# When using USB mic, is laptop audio out good enough?



## JimP (May 18, 2006)

I know at one time we used an external usb sound card for both the input and output but now with a USB mic, can we just use the headphone jack on the laptop to output sound to our AVR/preamp?


----------



## Peter Loeser (Aug 11, 2012)

Yes, I the headphone output is a fine substitute for an external sound card. That is what I use, and it seems to be pretty common practice. I also use a USB mic and laptop and find it to be extremely convenient for doing measurements.


----------



## JohnM (Apr 11, 2006)

Just check that the output doesn't have any processing being applied to it (e.g. Beats audio).


----------



## JimP (May 18, 2006)

Thanks guys.


----------



## Phillips (Aug 12, 2011)

JimP said:


> I know at one time we used an external usb sound card for both the input and output but now with a USB mic, can we just use the headphone jack on the laptop to output sound to our AVR/preamp?



Here is my laptop sound card calibration file


----------



## 8086 (Aug 4, 2009)

Phillips said:


> Here is my laptop sound card calibration file
> 
> View attachment 40099



What kind of Laptop is that?

My Headphones are AKG-K702

Personally, I find the headphone out on the 15" MacBook pro to be lack luster, the same for the onboard (Realtek?) audio on my ASUS FM1 motherboard. The MacBook lacks punch, power (volume), and some detail. The Headphone out on My Windows XP based Laptop is the worst of the bunch, it may be flat, but numbers tell part of the picture. The sounds quality reminds me of a decent connection with a modest cell phone. It works, but it's not great. Nothing can really compare to a good sound card with a good dac with a good headphone amp. There are a number of USB models to choose from, Benchmark Audio, Headroom (ignore the BitHead, no bass), Grace Design M902/M903, Peachtree, ASUS Xonar Essence One (Low end of the high end), and some others I cant pull out of my head right now. 


I don't know the model off hand. If you search ebay, there is a rechargable battery powered Headroom DAC-AMP out there that is of good quality.


----------



## JimP (May 18, 2006)

Phillips said:


> Here is my laptop sound card calibration file
> 
> View attachment 40099


How did you create it?


----------



## eclipse911t (Jan 8, 2013)

8086 said:


> What kind of Laptop is that?
> 
> My Headphones are AKG-K702
> 
> ...


The sound card headphone out for REW is only being used to drive an input, not a nice large set of headphones.

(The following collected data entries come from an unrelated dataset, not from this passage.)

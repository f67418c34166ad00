/**
 * The writer of what alarms and the interlock produce, in two ways:
 *
 * * Records of actions — operator actions on alarms, trips, interlock resets — are written at
 *   once, each in its own transaction with its audit entry (`recordAlarmAction`, `recordTrip`,
 *   `recordReset`). The caller reports an action done, or lets it take effect, only once its
 *   promise has resolved; when it rejects, nothing was stored.
 * * Alarm transitions found by evaluation (raise, clear, shelf expiry) are queued and written
 *   in one transaction every `flushMs`, with the states of the alarms they changed, so a slow
 *   database never delays evaluation or a trip command.
 *
 * Every write runs after the ones before it, in order; none shares a transaction with telemetry.
 */
import { appendAuditEntries, appendAudit, type AuditEntry } from '../audit/audit-log.js';
import type { Db } from '../db/database.js';
import type { ResetRecord, TripRecord } from '../interlock/interlock.js';
import { insertTrips, recordTripReset } from '../interlock/trip-repository.js';
import { insertAlarmEvents } from './alarm-event-repository.js';
import { upsertAlarmStates } from './alarm-state-repository.js';
import type { AlarmEvent, AlarmMemory } from './alarm-state.js';

type Tx = Parameters<Parameters<Db['transaction']>[0]>[0];

export interface SupervisionLogOptions {
  /** Longest wait before queued transitions are written, ms (default 250). */
  flushMs?: number;
  /** Transitions waiting beyond this are dropped oldest first, reported to `onError` (default 10 000). */
  maxQueue?: number;
  /** Pause before a trip whose record failed is written again, ms (default 1000). */
  retryMs?: number;
  /** The present states of the alarms named, to store with their transitions. */
  statesOf: (ids: ReadonlySet<string>) => Map<string, AlarmMemory>;
  /** Called with each failed write and each drop. */
  onError: (error: unknown) => void;
  /** Server clock, Unix epoch ms (default `Date.now`). */
  now?: () => number;
}

export class SupervisionLog {
  private events: AlarmEvent[] = [];
  private timer: NodeJS.Timeout | null = null;
  private retryTimer: NodeJS.Timeout | null = null;
  /** Trips whose record could not be written yet; retried until stored. */
  private unstoredTrips: TripRecord[] = [];
  private writing: Promise<unknown> = Promise.resolve();
  private closed = false;
  private readonly flushMs: number;
  private readonly maxQueue: number;
  private readonly now: () => number;

  constructor(
    private readonly db: Db,
    private readonly options: SupervisionLogOptions,
  ) {
    this.flushMs = options.flushMs ?? 250;
    this.maxQueue = options.maxQueue ?? 10_000;
    this.now = options.now ?? Date.now;
  }

  /** Queues transitions found by evaluation; those with an actor also go to the audit trail. */
  addAlarmEvents(events: readonly AlarmEvent[]): void {
    if (this.closed || events.length === 0) return;
    this.events.push(...events);
    const excess = this.events.length - this.maxQueue;
    if (excess > 0) {
      this.events.splice(0, excess);
      this.options.onError(new Error(`${excess} alarm events dropped: the database has not kept up with ${this.maxQueue} queued events`));
    }
    this.schedule();
  }

  /** Stores an operator action on an alarm: its event, its audit entry and the alarm's new state. */
  recordAlarmAction(event: AlarmEvent, memory: AlarmMemory): Promise<void> {
    return this.transaction(async (tx) => {
      await insertAlarmEvents(tx, [event]);
      await appendAuditEntries(tx, auditOfEvents([event]));
      await upsertAlarmStates(tx, new Map([[event.alarmId, memory]]), this.now());
    });
  }

  /**
   * Stores a trip and its audit entry (actor `system`). When the write fails the promise
   * rejects, and the trip is written again every `retryMs` until it is stored: the latch it
   * records is in force whether or not the database answers.
   */
  async recordTrip(trip: TripRecord): Promise<void> {
    try {
      await this.transaction((tx) => writeTrip(tx, trip));
    } catch (error) {
      this.unstoredTrips.push(trip);
      this.scheduleRetry();
      throw error;
    }
  }

  /** Stores a reset on its trip's row, with its audit entry, in one transaction. */
  recordReset(reset: ResetRecord): Promise<void> {
    return this.transaction((tx) => recordTripReset(tx, reset));
  }

  /** Writes everything queued so far; resolves once it is stored (or the write failed, reported). */
  flush(): Promise<void> {
    if (this.timer) clearTimeout(this.timer);
    this.timer = null;
    const done = this.writing.then(() => this.writeQueued());
    this.writing = done;
    return done;
  }

  /** Writes what is queued and stops; later records are ignored. */
  async close(): Promise<void> {
    this.closed = true;
    if (this.retryTimer) clearTimeout(this.retryTimer);
    this.retryTimer = null;
    await this.flush();
  }

  /** Runs `write` in its own transaction after every write before it (queued transitions first). */
  private transaction(write: (tx: Tx) => Promise<void>): Promise<void> {
    if (this.closed) return Promise.reject(new Error('the server is shutting down; nothing was recorded'));
    if (this.timer) clearTimeout(this.timer);
    this.timer = null;
    const done = this.writing.then(() => this.writeQueued()).then(() => this.db.transaction(write));
    this.writing = done.catch(() => undefined);
    return done;
  }

  private schedule(): void {
    if (this.closed || this.timer) return;
    this.timer = setTimeout(() => void this.flush(), this.flushMs);
  }

  private scheduleRetry(): void {
    if (this.closed || this.retryTimer) return;
    this.retryTimer = setTimeout(() => {
      this.retryTimer = null;
      const trips = this.unstoredTrips;
      this.unstoredTrips = [];
      for (const trip of trips) this.recordTrip(trip).catch((error) => this.options.onError(error));
    }, this.options.retryMs ?? 1000);
  }

  private async writeQueued(): Promise<void> {
    const events = this.events;
    if (events.length === 0) return;
    this.events = [];
    try {
      const states = this.options.statesOf(new Set(events.map((e) => e.alarmId)));
      await this.db.transaction(async (tx) => {
        await insertAlarmEvents(tx, events);
        await appendAuditEntries(tx, auditOfEvents(events));
        await upsertAlarmStates(tx, states, this.now());
      });
    } catch (error) {
      this.options.onError(error);
    }
  }
}

async function writeTrip(tx: Tx, trip: TripRecord): Promise<void> {
  await insertTrips(tx, [trip]);
  await appendAudit(tx, {
    actor: 'system',
    action: 'interlock.trip',
    subject: 'interlock',
    oldValue: { state: 'ok' },
    newValue: { state: 'tripped', firstOut: trip.firstOut },
    reason: trip.reason,
    at: new Date(trip.at),
  });
}

/** Audit entries of the events that carry an actor (operator actions). */
function auditOfEvents(events: readonly AlarmEvent[]): AuditEntry[] {
  return events
    .filter((e) => e.actor !== undefined)
    .map((e) => ({
      actor: e.actor!,
      action: `alarm.${e.kind}`,
      subject: `alarm:${e.alarmId}`,
      oldValue: { state: e.from },
      newValue: { state: e.to },
      reason: e.reason ?? null,
      at: new Date(e.at),
    }));
}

I would not consider lack luster headphone performance to be an indicator of poor frequency response when "only" driving a Pre/Pro input.


----------



## Phillips (Aug 12, 2011)

eclipse911t said:


> The sound card headphone out for REW is only being used to drive an input, not a nice large set of headphones. I would not consider lack luster headphone performance to be an indicator of poor frequency response when "only" driving a Pre/Pro input.


I agree

This is a pretty good result and used as soundcard calibration file to allow for roll offs etc.


----------



## Phillips (Aug 12, 2011)

8086 said:


> What kind of Laptop is that?
> 
> My Headphones are AKG-K702
> 
> ...


Acer 4315 (Vista)


----------



## Phillips (Aug 12, 2011)

JimP said:


> How did you create it?


Using REW sound card calibration.

Using a RCA from headphone out to mic input, then using the computers "sound" in Vista adjusting output and input. No need to have the mic connected

With the headphone out being stereo i got a adaptor.

Hope this helps


----------



## 8086 (Aug 4, 2009)

eclipse911t said:


> The sound card headphone out for REW is only being used to drive an input, not a nice large set of headphones. I would not consider lack luster headphone performance to be an indicator of poor frequency response when "only" driving a Pre/Pro input.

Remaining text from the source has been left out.